I lived in denial for the rest of 2016 and into 2017 as I did a seemingly endless series of hearing tests and clung on to the false hope offered by different ENT doctors who all gave me different verdicts (It’s just a nasal blockage! Being around loud music is fine!). In a particularly desperate bout of optimism I tried homeopathic medicine, which is definitely one of the more futile things you can do to treat irreparable damage to the inner ear. After 12 months gathering results and opinions I went to see another specialist, this time on Harley Street in Central London, who confirmed the worst: I’ve experienced a ‘stroke of the ear’, where blood supply in the ear is disrupted and causes damage to auditory nerves. It’s the most coherent diagnosis yet and, finally, a solid explanation. Some closure. The penny drops and I accept defeat; there’s no bringing it back.
In those first 12 months I’d only spoken to one person, the specialist on Harley Street, who understood what exactly had happened to me. After that I was on my own again, incredibly nervous about protecting my ears, scared about losing my mind to tinnitus and wondering whether I still had a career in music. I’d put many parts of my life on pause but now I had to create a new kind of normal for myself. I wasn’t out at clubs and venues all weekend so I used the spare time to get into fitness, learn a new language, do some travelling, rediscover surfing and spend more quality time with friends, who all commended me on my resilience and how well I’d adapted. I slowly gained the confidence to ask people to sit or stand on my ‘good side’, made bashful apologies to people who spoke into my bad ear and found themselves ignored, and spoke openly about my hearing loss to anyone who would, ahem, listen.

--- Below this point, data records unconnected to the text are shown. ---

"""balance.nc: NetCDF-CF that opens in xarray, with the DEM's CRS and the GeoTIFFs' values."""

from __future__ import annotations

import numpy as np
import rasterio
import xarray as xr
from pyproj import CRS

from firnline.cli import main


def test_balance_nc_matches_geotiffs_and_crs(plane_case, tmp_path):
    cfg = plane_case()
    out = tmp_path / "out"
    assert main(["run", str(cfg), "--out", str(out), "--quiet"]) == 0
    ds = xr.open_dataset(out / "balance.nc")
    try:
        assert ds.attrs["Conventions"].startswith("CF-")
        assert set(ds.annual_balance.dims) == {"balance_year", "y", "x"}
        # CF grid mapping (CF conventions 1.8, section 5.6) read back with pyproj
        gm = ds[ds.annual_balance.attrs["grid_mapping"]]
        with rasterio.open(tmp_path / "dem.tif") as dem:
            assert CRS.from_cf(gm.attrs) == CRS.from_wkt(dem.crs.to_wkt())
            x0 = dem.transform.c + dem.transform.a / 2
            assert np.isclose(float(ds.x[0]), x0)
        assert ds.elevation.attrs["standard_name"] == "surface_altitude"       # CF standard name table
        assert ds.glacier_fraction.attrs["standard_name"] == "land_ice_area_fraction"
        assert ds.annual_balance.encoding.get("zlib") or ds.annual_balance.encoding.get("compression")
        for var in ("annual_balance", "winter_balance", "summer_balance", "accumulation", "ablation"):
            for i, year in enumerate(ds.balance_year.dt.year.values):   # a CF time axis since issue 15
                with rasterio.open(out / f"{var}_{int(year)}.tif") as t:
                    tif = t.read(1, masked=True).filled(np.nan)
                np.testing.assert_array_equal(ds[var].values[i], tif)
    finally:
        ds.close()
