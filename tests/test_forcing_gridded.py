"""Gridded NetCDF-CF forcing: standard names, units, CRS, bilinear placement (no kernel needed).

Variable discovery by standard_name, units attributes and grid mappings follow the
NetCDF Climate and Forecast Metadata Conventions 1.8 (Source: CF 1.8).
"""

from __future__ import annotations

from types import SimpleNamespace

import numpy as np
import pandas as pd
import pytest
import xarray as xr

from firnline.errors import InputError
from firnline.gridded import precipitation_factor, read_grid_file, temperature_offset

LAPSE = -0.0065          # ICAO Standard Atmosphere / ISO 2533, K m-1
GRAD = 0.0003
UTM = "EPSG:32632"


def params(lapse=LAPSE, grad=GRAD, factor=1.0):
    return SimpleNamespace(lapse_rate_k_per_m=(lapse,) * 12, precip_gradient_per_m=grad, precip_factor=factor)


def write_grid(path, t, p, zs, xs, ys, start="2016-10-01", t_units="degC", p_units="mm/day",
               p_name="precipitation_flux", projected=True, time_units="days since 2016-10-01", drop=None,
               calendar="standard"):
    nd = t.shape[0]
    time = np.arange(nd, dtype="float64") + (pd.Timestamp(start) - pd.Timestamp("2016-10-01")).days
    if projected:
        dims = ("time", "y", "x")
        coords = {"x": ("x", xs, {"standard_name": "projection_x_coordinate", "units": "m"}),
                  "y": ("y", ys, {"standard_name": "projection_y_coordinate", "units": "m"})}
        gm = {"grid_mapping": "crs"}
    else:
        dims = ("time", "lat", "lon")
        coords = {"lon": ("lon", xs, {"standard_name": "longitude", "units": "degrees_east"}),
                  "lat": ("lat", ys, {"standard_name": "latitude", "units": "degrees_north"})}
        gm = {}
    coords["time"] = ("time", time, {"units": time_units, "calendar": calendar, "standard_name": "time"})
    data = {"tas": (dims, t, {"standard_name": "air_temperature", "units": t_units, **gm}),
            "pr": (dims, p, {"standard_name": p_name, "units": p_units, **gm}),
            "orog": (dims[1:], zs, {"standard_name": "surface_altitude", "units": "m", **gm})}
    ds = xr.Dataset(data, coords=coords)
    if projected:
        from pyproj import CRS
        ds["crs"] = ((), 0, CRS(UTM).to_cf())
    if drop:
        ds = drop(ds)
    ds.to_netcdf(path, engine="h5netcdf")
    return path


def case(tmp_path, nd=730, **kw):
    rng = np.random.default_rng(0)
    xs = np.arange(599000.0, 612000.0, 3000.0)          # 5 points
    ys = np.arange(5140000.0, 5156000.0, 4000.0)[::-1]  # 4 points, north first
    t = rng.normal(0, 6, (nd, ys.size, xs.size))
    p = rng.gamma(0.5, 6, (nd, ys.size, xs.size))
    zs = rng.uniform(1500, 2500, (ys.size, xs.size))
    return xs, ys, t, p, zs


def cells(n=300, seed=2):
    rng = np.random.default_rng(seed)
    return rng.uniform(600000, 611000, n), rng.uniform(5141000, 5151000, n), rng.uniform(1200, 3300, n)


def load(path, x, y, **kw):
    return read_grid_file(path, x, y, np.arange(x.size), UTM, "10-01", "04-30", **kw)


def test_uniform_field_at_the_station_elevation_is_the_one_station_rule(tmp_path):
    """A grid holding the station's record everywhere, with surface_altitude = the station
    elevation, gives T_st + lapse (z - z_st) and P_st * factor * max(0, 1 + g (z - z_st)) —
    the single-station downscaling of firnline.kernel."""
    xs, ys, _, _, _ = case(tmp_path)
    nd = 730
    rng = np.random.default_rng(4)
    ts, ps = rng.normal(1, 7, nd), rng.gamma(0.5, 7, nd)
    shape = (nd, ys.size, xs.size)
    path = write_grid(tmp_path / "f.nc", np.broadcast_to(ts[:, None, None], shape).copy(),
                      np.broadcast_to(ps[:, None, None], shape).copy(), np.full((ys.size, xs.size), 1800.0), xs, ys)
    x, y, z = cells()
    f = load(path, x, y)
    assert list(f.years) == [2017, 2018]
    prov = f.cells_source.cells_provider(z, params(factor=1.1), f.month)
    t, p = prov.block(100, 140)
    np.testing.assert_allclose(t, ts[100:140, None] + LAPSE * (z - 1800.0), atol=2e-5)
    np.testing.assert_allclose(p, ps[100:140, None] * 1.1 * np.maximum(0, 1 + GRAD * (z - 1800.0)),
                               rtol=2e-6, atol=1e-6)


def test_kelvin_and_kg_per_m2_s_equal_degc_and_mm_per_day(tmp_path):
    """K = degC + 273.15 and 1 kg m-2 s-1 = 86400 mm per day (water, 1000 kg m-3; common practice)."""
    xs, ys, t, p, zs = case(tmp_path)
    a = write_grid(tmp_path / "a.nc", t, p, zs, xs, ys)
    b = write_grid(tmp_path / "b.nc", t + 273.15, p / 86400.0, zs, xs, ys, t_units="K", p_units="kg m-2 s-1")
    c = write_grid(tmp_path / "c.nc", t, p, zs, xs, ys, p_name="precipitation_amount", p_units="kg m-2")
    x, y, z = cells()
    out = []
    for path in (a, b, c):
        f = load(path, x, y)
        out.append(f.cells_source.cells_provider(z, params(), f.month).block(0, 365))
    for t_, p_ in out[1:]:
        np.testing.assert_allclose(t_, out[0][0], atol=1e-4)
        np.testing.assert_allclose(p_, out[0][1], rtol=1e-5, atol=1e-5)


@pytest.mark.parametrize("units,name,factor", [
    ("kg m-2 s-1", "precipitation_flux", 86400.0), ("kg m**-2 s**-1", "precipitation_flux", 86400.0),
    ("kg/m2/s", "precipitation_flux", 86400.0), ("mm/day", "precipitation_flux", 1.0),
    ("mm d-1", "precipitation_flux", 1.0), ("m s-1", "precipitation_flux", 86400000.0),
    ("mm h-1", "precipitation_flux", 24.0), ("kg m-2", "precipitation_amount", 1.0),
    ("mm", "precipitation_amount", 1.0), ("m", "precipitation_amount", 1000.0),
])
def test_precipitation_units(units, name, factor):
    """Conversions to mm per day: 86400 s per day, 1 kg m-2 of water = 1 mm (common practice)."""
    assert precipitation_factor(units, name, "pr", "f.nc") == pytest.approx(factor)


@pytest.mark.parametrize("units,name", [("furlongs", "precipitation_flux"), ("mm", "precipitation_flux"),
                                        ("kg m-2 s-1", "precipitation_amount"), ("", "precipitation_flux")])
def test_unknown_precipitation_units_name_the_variable(units, name):
    with pytest.raises(InputError, match="units .* of the precipitation variable 'pr'"):
        precipitation_factor(units, name, "pr", "f.nc")


def test_temperature_units():
    assert temperature_offset("K", "t", "f") == -273.15
    assert temperature_offset("degC", "t", "f") == 0.0
    assert temperature_offset("degree_Celsius", "t", "f") == 0.0
    with pytest.raises(InputError, match="units 'degF' of the temperature variable 't'"):
        temperature_offset("degF", "t", "f")


def test_bilinear_reproduces_a_plane(tmp_path):
    """Bilinear interpolation is exact for a field linear in x and y (flat grid elevation)."""
    xs, ys, _, _, _ = case(tmp_path)
    nd = 365
    X, Y = np.meshgrid(xs, ys)
    plane = 1e-4 * (X - 600000) - 2e-4 * (Y - 5140000)
    t = np.broadcast_to(plane, (nd,) + plane.shape).copy()
    p = np.broadcast_to(plane - plane.min(), (nd,) + plane.shape).copy()
    path = write_grid(tmp_path / "plane.nc", t, p, np.full(plane.shape, 2000.0), xs, ys,
                      start="2016-10-01")
    x, y, _ = cells()
    z = np.full(x.size, 2000.0)
    f = load(path, x, y)
    tt, pp = f.cells_source.cells_provider(z, params(), f.month).block(0, 3)
    want = 1e-4 * (x - 600000) - 2e-4 * (y - 5140000)
    np.testing.assert_allclose(tt[0], want, atol=1e-5)
    np.testing.assert_allclose(pp[2], want - plane.min(), atol=1e-5)


def test_longitude_latitude_grid_without_grid_mapping(tmp_path):
    """Without a grid mapping, longitude/latitude coordinates are taken as WGS 84 (CF 1.8)."""
    from pyproj import Transformer
    nd = 365
    lons = np.array([9.7, 9.8, 9.9, 10.0])
    lats = np.array([46.4, 46.5, 46.6])
    LON, LAT = np.meshgrid(lons, lats)
    t = np.broadcast_to(10 * (LON - 9.8) - 5 * (LAT - 46.5), (nd,) + LON.shape).copy()
    path = write_grid(tmp_path / "ll.nc", t, np.ones_like(t), np.full(LON.shape, 1000.0), lons, lats,
                      projected=False)
    tr = Transformer.from_crs("EPSG:4326", UTM, always_xy=True)
    qlon, qlat = np.array([9.75, 9.93]), np.array([46.45, 46.58])
    x, y = tr.transform(qlon, qlat)
    f = load(path, np.asarray(x), np.asarray(y))
    tt, _ = f.cells_source.cells_provider(np.full(2, 1000.0), params(), f.month).block(0, 1)
    np.testing.assert_allclose(tt[0], 10 * (qlon - 9.8) - 5 * (qlat - 46.5), atol=1e-4)


def test_only_the_window_over_the_dem_is_read(tmp_path):
    """Memory stays bounded: a block reads days x (window of grid points), never the whole grid."""
    xs, ys, t, p, zs = case(tmp_path)
    path = write_grid(tmp_path / "w.nc", t, p, zs, xs, ys)
    x = np.array([599100.0, 601900.0])
    y = np.array([5148100.0, 5151000.0])
    gf = load(path, x, y).cells_source
    tw, pw = gf.read(0, 10)
    assert tw.shape == (10, 4) and pw.shape == (10, 4)     # 2 x 2 of the 4 x 5 points


def test_calendar_and_clipping(tmp_path):
    xs, ys, t, p, zs = case(tmp_path, nd=800)
    path = write_grid(tmp_path / "c.nc", t, p, zs, xs, ys, start="2016-09-01")
    x, y, z = cells(5)
    f = load(path, x, y)
    assert list(f.years) == [2017, 2018] and str(f.dates[0]) == "2016-10-01"
    assert f.cells_source.first_step == 30
    import datetime as dt
    g = load(path, x, y, start=dt.date(2017, 10, 1))
    assert list(g.years) == [2018] and g.cells_source.first_step == 30 + 365


@pytest.mark.parametrize("mutate,words", [
    (dict(drop=lambda ds: ds.drop_vars("orog")), "no variable with the standard_name surface_altitude"),
    (dict(drop=lambda ds: ds.assign(tas=ds.tas.assign_attrs(standard_name="tas"))),
     "no variable with the standard_name air_temperature"),
    (dict(p_units="inches"), "units 'inches' of the precipitation variable 'pr'"),
    (dict(t_units="F"), "units 'F' of the temperature variable 'tas'"),
    (dict(drop=lambda ds: ds.isel(time=[i for i in range(730) if i != 100])), "the day 2017-01-09 is missing"),
    (dict(drop=lambda ds: ds.assign(tas=ds.tas.where(ds.time != 200))),
     "temperature 'tas' has missing values on 2017-04-19"),
    (dict(drop=lambda ds: ds.assign(pr=ds.pr - 5)), "precipitation 'pr' on 2016-10-0"),
    (dict(calendar="noleap"), "calendar 'noleap'"),
    (dict(drop=lambda ds: ds.assign(tas=ds.tas.assign_attrs(grid_mapping="nothere"))),
     "grid mapping variable 'nothere'"),
])
def test_bad_gridded_files_name_the_culprit(tmp_path, mutate, words):
    xs, ys, t, p, zs = case(tmp_path)
    path = write_grid(tmp_path / "bad.nc", t, p, zs, xs, ys, **mutate)
    x, y, _ = cells()
    with pytest.raises(InputError, match=words):
        load(path, x, y)


def test_a_grid_that_does_not_cover_the_dem(tmp_path):
    xs, ys, t, p, zs = case(tmp_path)
    path = write_grid(tmp_path / "small.nc", t, p, zs, xs, ys)
    with pytest.raises(InputError, match="does not cover the DEM: 1 of 2 cells"):
        load(path, np.array([600500.0, 620000.0]), np.array([5145000.0, 5145000.0]))


def test_missing_file_and_not_netcdf(tmp_path):
    with pytest.raises(InputError, match="gridded forcing file not found"):
        load(tmp_path / "none.nc", np.zeros(1), np.zeros(1))
    (tmp_path / "junk.nc").write_text("not a netcdf file")
    with pytest.raises(InputError, match="junk.nc: not a readable NetCDF file"):
        load(tmp_path / "junk.nc", np.zeros(1), np.zeros(1))
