"""Gravitational snow redistribution (firnline.snowslide): routing, transport, cache, config."""

from __future__ import annotations

import numpy as np
import pytest

from firnline import slide_cache, snowslide
from firnline.config import parse_config
from firnline.errors import InputError
from firnline.snowslide import EXPORT, build_routing, holding_capacity_mm, holding_depth_m, redistribute
from firnline.terrain import slope_aspect

DX = 10.0


def routing_of(z, valid=None, **kw):
    valid = np.isfinite(z) if valid is None else valid
    slope, _ = slope_aspect(np.where(valid, z, np.nan), DX, DX)
    return build_routing(z, valid, (DX, DX), slope, **kw), slope


def steady_snow(r, mm):
    """The same snow on every cell, redistributed: (before, after, change, exported per cell, total)."""
    snow0 = np.full(r.n_cells, mm)
    snow = snow0.copy()
    change = np.zeros_like(snow)
    exported = np.zeros_like(snow)
    out = redistribute(r, snow, change, exported)
    return snow0, snow, change, exported, out


def wall_above_flat(ny=30, nx=12, wall_rows=15, angle_deg=50.0):
    """A wall (rows 0 .. wall_rows-1) falling south at ``angle_deg`` onto a flat floor at 0 m."""
    t = np.tan(np.radians(angle_deg))
    rows = np.arange(ny, dtype=float)
    z = np.maximum(0.0, (wall_rows - rows)) * DX * t
    return np.repeat(z[:, None], nx, axis=1)


def rough(ny=60, nx=70, seed=1, holes=True):
    rng = np.random.default_rng(seed)
    y, x = np.mgrid[0:ny, 0:nx]
    z = 2000.0 + 8.0 * (ny - y) * DX * 0.1 + 300.0 * np.sin(x / 7.0) * np.cos(y / 9.0)
    z = z + rng.normal(0.0, 15.0, z.shape)
    if holes:
        z[rng.random(z.shape) < 0.05] = np.nan
        z[20:26, 30:38] = np.nan
    return z


# ----------------------------------------------------------------------------
# the published formula
# ----------------------------------------------------------------------------

def test_holding_depth_is_bernhardt_and_schulz():
    """Source: Bernhardt & Schulz (2010), GRL 37, L11502 (from memory): SHD = 3178.4 slope^-1.998 m,
    about 0.9 m at 60 deg and 2 m at 40 deg (../shared/REFERENCES.md)."""
    assert holding_depth_m(60.0) == pytest.approx(0.9, abs=0.02)
    assert holding_depth_m(40.0) == pytest.approx(2.0, abs=0.02)
    assert holding_depth_m(50.0) == pytest.approx(3178.4 * 50.0 ** -1.998, rel=1e-12)
    assert np.isinf(holding_depth_m(0.0))


def test_holding_capacity_is_depth_times_density_and_unlimited_on_gentle_slopes():
    """1 m of snow at 250 kg m-3 is 250 kg m-2 = 250 mm w.e. (common practice)."""
    cap = holding_capacity_mm(np.array([10.0, 24.9, 25.0, 50.0]), 250.0, 25.0)
    assert np.isinf(cap[0]) and np.isinf(cap[1])
    assert cap[2] == pytest.approx(250.0 * 3178.4 * 25.0 ** -1.998)
    assert cap[3] == pytest.approx(250.0 * 3178.4 * 50.0 ** -1.998)


# ----------------------------------------------------------------------------
# routing
# ----------------------------------------------------------------------------

@pytest.mark.parametrize("scheme", snowslide.SCHEMES)
def test_order_is_highest_to_lowest_and_receivers_come_later(scheme):
    z = rough()
    r, _ = routing_of(z, scheme=scheme)
    zc = z.ravel()[np.flatnonzero(np.isfinite(z).ravel())]
    assert r.order.dtype == np.int32 and r.recv_pos.dtype == np.int32
    assert r.holding_mm.dtype == np.float32 and r.recv_weight.dtype == np.float32
    assert np.all(np.diff(zc[r.order]) <= 0)
    assert np.array_equal(np.sort(r.order), np.arange(zc.size))
    step = np.empty(zc.size, np.int64)
    step[r.order] = np.arange(zc.size)
    donor_step = np.repeat(np.arange(zc.size), np.diff(r.recv_ptr))
    inner = r.recv_pos != EXPORT
    assert np.all(step[r.recv_pos[inner]] > donor_step[inner])
    assert np.all(zc[r.recv_pos[inner]] < zc[r.order[donor_step[inner]]])
    sums = np.add.reduceat(r.recv_weight.astype(float), r.recv_ptr[:-1][np.diff(r.recv_ptr) > 0])
    assert np.allclose(sums, 1.0, atol=1e-6)
    if scheme == "steepest":
        assert np.all(np.diff(r.recv_ptr) <= 1)


def test_steepest_descent_picks_the_largest_drop_per_distance():
    """A diagonal neighbour 1.3 m lower (drop/distance 0.092) loses to a side neighbour 1 m lower (0.1)."""
    z = np.full((3, 3), 100.0)
    z[1, 1] = 110.0
    z[1, 2] = 109.0           # east: 1 m over 10 m
    z[2, 2] = 108.7           # south-east: 1.3 m over 14.1 m
    z[0, :] = z[:, 0] = 120.0
    z[2, :2] = 120.0
    z[0, 2] = 120.0
    r, _ = routing_of(z, min_slide_slope_deg=0.0)
    centre = 4
    k = int(np.flatnonzero(r.order == centre)[0])
    assert r.recv_pos[r.recv_ptr[k]:r.recv_ptr[k + 1]].tolist() == [5]


def test_flat_and_pit_cells_hold_any_amount():
    z = np.full((8, 8), 1500.0)
    r, _ = routing_of(z)
    assert r.recv_ptr[-1] == 0 and np.all(np.isinf(r.holding_mm))


# ----------------------------------------------------------------------------
# transport
# ----------------------------------------------------------------------------

def test_wall_above_flat_glacier_gains_exactly_the_walls_excess():
    """A 50 deg wall under steady snow (2000 mm w.e. on every cell) above a flat glacier floor.

    Every wall cell keeps its Bernhardt & Schulz (2010) holding capacity (from memory:
    3178.4 slope^-1.998 m, times 250 kg m-3; slope by Horn 1981), the rest slides, so the
    flat floor gains sum over the wall of (2000 - capacity) and nothing is exported.
    """
    z = wall_above_flat()
    r, slope = routing_of(z)
    snow0, snow, change, exported, out = steady_snow(r, 2000.0)
    wall = z.ravel() > 0
    cap = 250.0 * 3178.4 * slope.ravel()[wall] ** -1.998
    assert np.all(cap < 2000.0)
    cap = cap.astype(np.float32).astype(float)      # the routing stores capacities as float32
    expected = np.sum(2000.0 - cap)
    assert out == 0.0 and not exported.any()
    assert np.sum(change[~wall]) == pytest.approx(expected, rel=1e-12)
    assert np.sum(snow[~wall]) - np.sum(snow0[~wall]) == pytest.approx(expected, rel=1e-12)
    np.testing.assert_allclose(snow[wall], cap, rtol=1e-12)
    np.testing.assert_allclose(change, snow - snow0, rtol=0, atol=1e-9)
    assert abs(snow.sum() - snow0.sum()) <= 1e-9 * snow0.sum()
    # interior wall cells at exactly 50 deg keep about 1.27 m of snow = 320 mm w.e.
    assert snow.reshape(z.shape)[5, 5] == pytest.approx(250.0 * 3178.4 * 50.0 ** -1.998, rel=1e-6)


def test_a_flat_dem_is_unchanged():
    z = np.full((20, 25), 2400.0)
    r, _ = routing_of(z)
    snow = np.random.default_rng(3).uniform(0, 5000, (3, z.size))
    before = snow.copy()
    change = np.zeros_like(snow)
    out = redistribute(r, snow, change)
    assert np.array_equal(snow, before) and not change.any() and not out.any()


def test_snow_running_off_the_edge_is_exported_not_lost():
    """A 50 deg plane falling off the south edge: every cell's excess leaves through the last row."""
    ny, nx = 25, 9
    z = np.repeat((np.arange(ny)[::-1] * DX * np.tan(np.radians(50.0)))[:, None], nx, axis=1)
    r, slope = routing_of(z)
    snow0, snow, change, exported, out = steady_snow(r, 1000.0)
    cap = (250.0 * 3178.4 * slope.ravel() ** -1.998).astype(np.float32).astype(float)
    assert out == pytest.approx(np.sum(1000.0 - cap), rel=1e-12)
    assert out == pytest.approx(exported.sum(), rel=1e-14)
    assert np.flatnonzero(exported).min() >= (ny - 1) * nx    # only the south row exports
    assert snow.sum() + out == pytest.approx(snow0.sum(), rel=1e-14)
    assert change.sum() == pytest.approx(-out, rel=1e-12)


def test_snow_running_into_nodata_is_exported():
    z = wall_above_flat(ny=20, nx=10, wall_rows=12)
    z[12:, :] = np.nan                       # the floor is nodata (a lake, or outside the DEM's mask)
    r, _ = routing_of(z)
    snow = np.full(int(np.isfinite(z).sum()), 2000.0)
    total = snow.sum()
    out = redistribute(r, snow)
    assert out > 0 and snow.sum() + out == pytest.approx(total, rel=1e-14)


@pytest.mark.parametrize("scheme", snowslide.SCHEMES)
@pytest.mark.parametrize("seed", [1, 2, 3])
def test_mass_is_conserved_on_rough_terrain(scheme, seed):
    z = rough(seed=seed)
    r, _ = routing_of(z, scheme=scheme, min_slide_slope_deg=5.0, snow_density_kg_m3=150.0)
    rng = np.random.default_rng(seed)
    snow = rng.uniform(0.0, 3000.0, (4, r.n_cells))
    before = snow.copy()
    change = np.zeros_like(snow)
    exported = np.zeros_like(snow)
    out = redistribute(r, snow, change, exported)
    moved = np.abs(snow - before).sum()
    assert moved > 0.01 * before.sum()                      # the test moves a lot of snow
    np.testing.assert_allclose(snow.sum(axis=1) + out, before.sum(axis=1), rtol=1e-13)
    np.testing.assert_allclose(exported.sum(axis=1), out, rtol=1e-13)
    np.testing.assert_allclose(change, snow - before, atol=1e-9)
    assert np.all(snow >= -1e-9)
    assert np.all(snow <= np.maximum(before + change, r.holding_mm) + 1e-6)
    # a second pass moves nothing: every cell is at or below its capacity or at rest
    again = snow.copy()
    assert np.all(redistribute(r, again) == 0.0) and np.allclose(again, snow, rtol=0, atol=1e-9)


def test_scenarios_are_independent_and_one_dimensional_input_works():
    z = rough(seed=4)
    r, _ = routing_of(z)
    rng = np.random.default_rng(4)
    many = rng.uniform(0, 4000, (3, r.n_cells))
    singles = [row.copy() for row in many]
    outs = redistribute(r, many)
    for s, row in enumerate(singles):
        out = redistribute(r, row)
        assert isinstance(out, float) and out == outs[s]
        assert np.array_equal(row, many[s])


def test_immobile_mass_fills_the_capacity_first():
    z = wall_above_flat(ny=20, nx=6, wall_rows=10)
    r, _ = routing_of(z)
    wall = np.isfinite(r.holding_mm)
    firn = np.where(wall, 100.0, 0.0)
    snow = np.full(r.n_cells, 2000.0)
    total = snow.sum()
    redistribute(r, snow, immobile=firn)
    np.testing.assert_allclose(snow[wall], r.holding_mm[wall].astype(float) - 100.0, rtol=1e-12)
    assert snow.sum() == pytest.approx(total, rel=1e-14)


@pytest.mark.parametrize("scheme", snowslide.SCHEMES)
def test_a_run_on_the_upslope_area_of_some_cells_gives_them_the_same_snow(scheme):
    z = rough(seed=9)
    r, _ = routing_of(z, scheme=scheme, min_slide_slope_deg=5.0)
    rng = np.random.default_rng(9)
    snow = rng.uniform(0.0, 3000.0, r.n_cells)
    full = snow.copy()
    redistribute(r, full)
    targets = np.zeros(r.n_cells, bool)
    targets[rng.choice(r.n_cells, 40, replace=False)] = True
    area = snowslide.upslope(r, targets)
    assert targets[area].sum() == 40 and area.sum() < r.n_cells
    # searched only within the upslope steps of more cells (a unit's, for its parts): the same area
    more = targets.copy()
    more[rng.choice(r.n_cells, 40, replace=False)] = True
    within = snowslide.upslope_steps(r, more)
    assert within.size < r.n_cells and np.all(np.diff(within) > 0)
    assert np.array_equal(snowslide.upslope(r, targets, within), area)
    assert np.array_equal(snowslide.upslope(r, np.flatnonzero(targets), within), area)
    pos = np.flatnonzero(area)
    part = snow[pos].copy()
    sub = snowslide.subset(r, pos)
    exported = redistribute(sub, part)
    np.testing.assert_allclose(part[targets[pos]], full[targets], rtol=1e-12)
    assert part.sum() + exported == pytest.approx(snow[pos].sum(), rel=1e-13)
    # each cell's change and export (off the DEM) are those of the run of every cell: snow sent
    # to a valid cell outside the subset leaves it without counting as exported
    ch_full, ex_full = np.zeros(r.n_cells), np.zeros(r.n_cells)
    redistribute(r, snow.copy(), change=ch_full, exported=ex_full)
    ch_sub, ex_sub = np.zeros(pos.size), np.zeros(pos.size)
    redistribute(sub, snow[pos].copy(), change=ch_sub, exported=ex_sub)
    assert np.array_equal(ch_sub[targets[pos]], ch_full[targets]) and np.array_equal(ex_sub, ex_full[pos])
    # no cell outside the upslope area sends snow into it
    donors = np.repeat(r.order, np.diff(r.recv_ptr))
    inner = r.recv_pos >= 0
    assert not np.any(area[r.recv_pos[inner]] & ~area[donors[inner]])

On the surface I was doing well. I’d suffered a rare condition but bounced back quickly and was exploring other aspects of life and genuinely counting my blessings (an early coping mechanism was to tell myself ‘at least you’re still alive’ whenever my tinnitus came into focus). In the effort to be brave and move on, I missed the signs of a deeper anxiety and unhappiness. I’d feel dissociation during lively social events when it was difficult to hear; I became listless at work; I lost contact with a bunch of friends because I wasn’t out all the time and I started losing sense of myself and who I actually was as a person. I’d daydream about how happy I’d be when it was all over, when I’d be cured. Every so often worryingly dark thoughts would enter my head after I put the light out to go to sleep. The effects of trauma were catching up on me and I felt lost.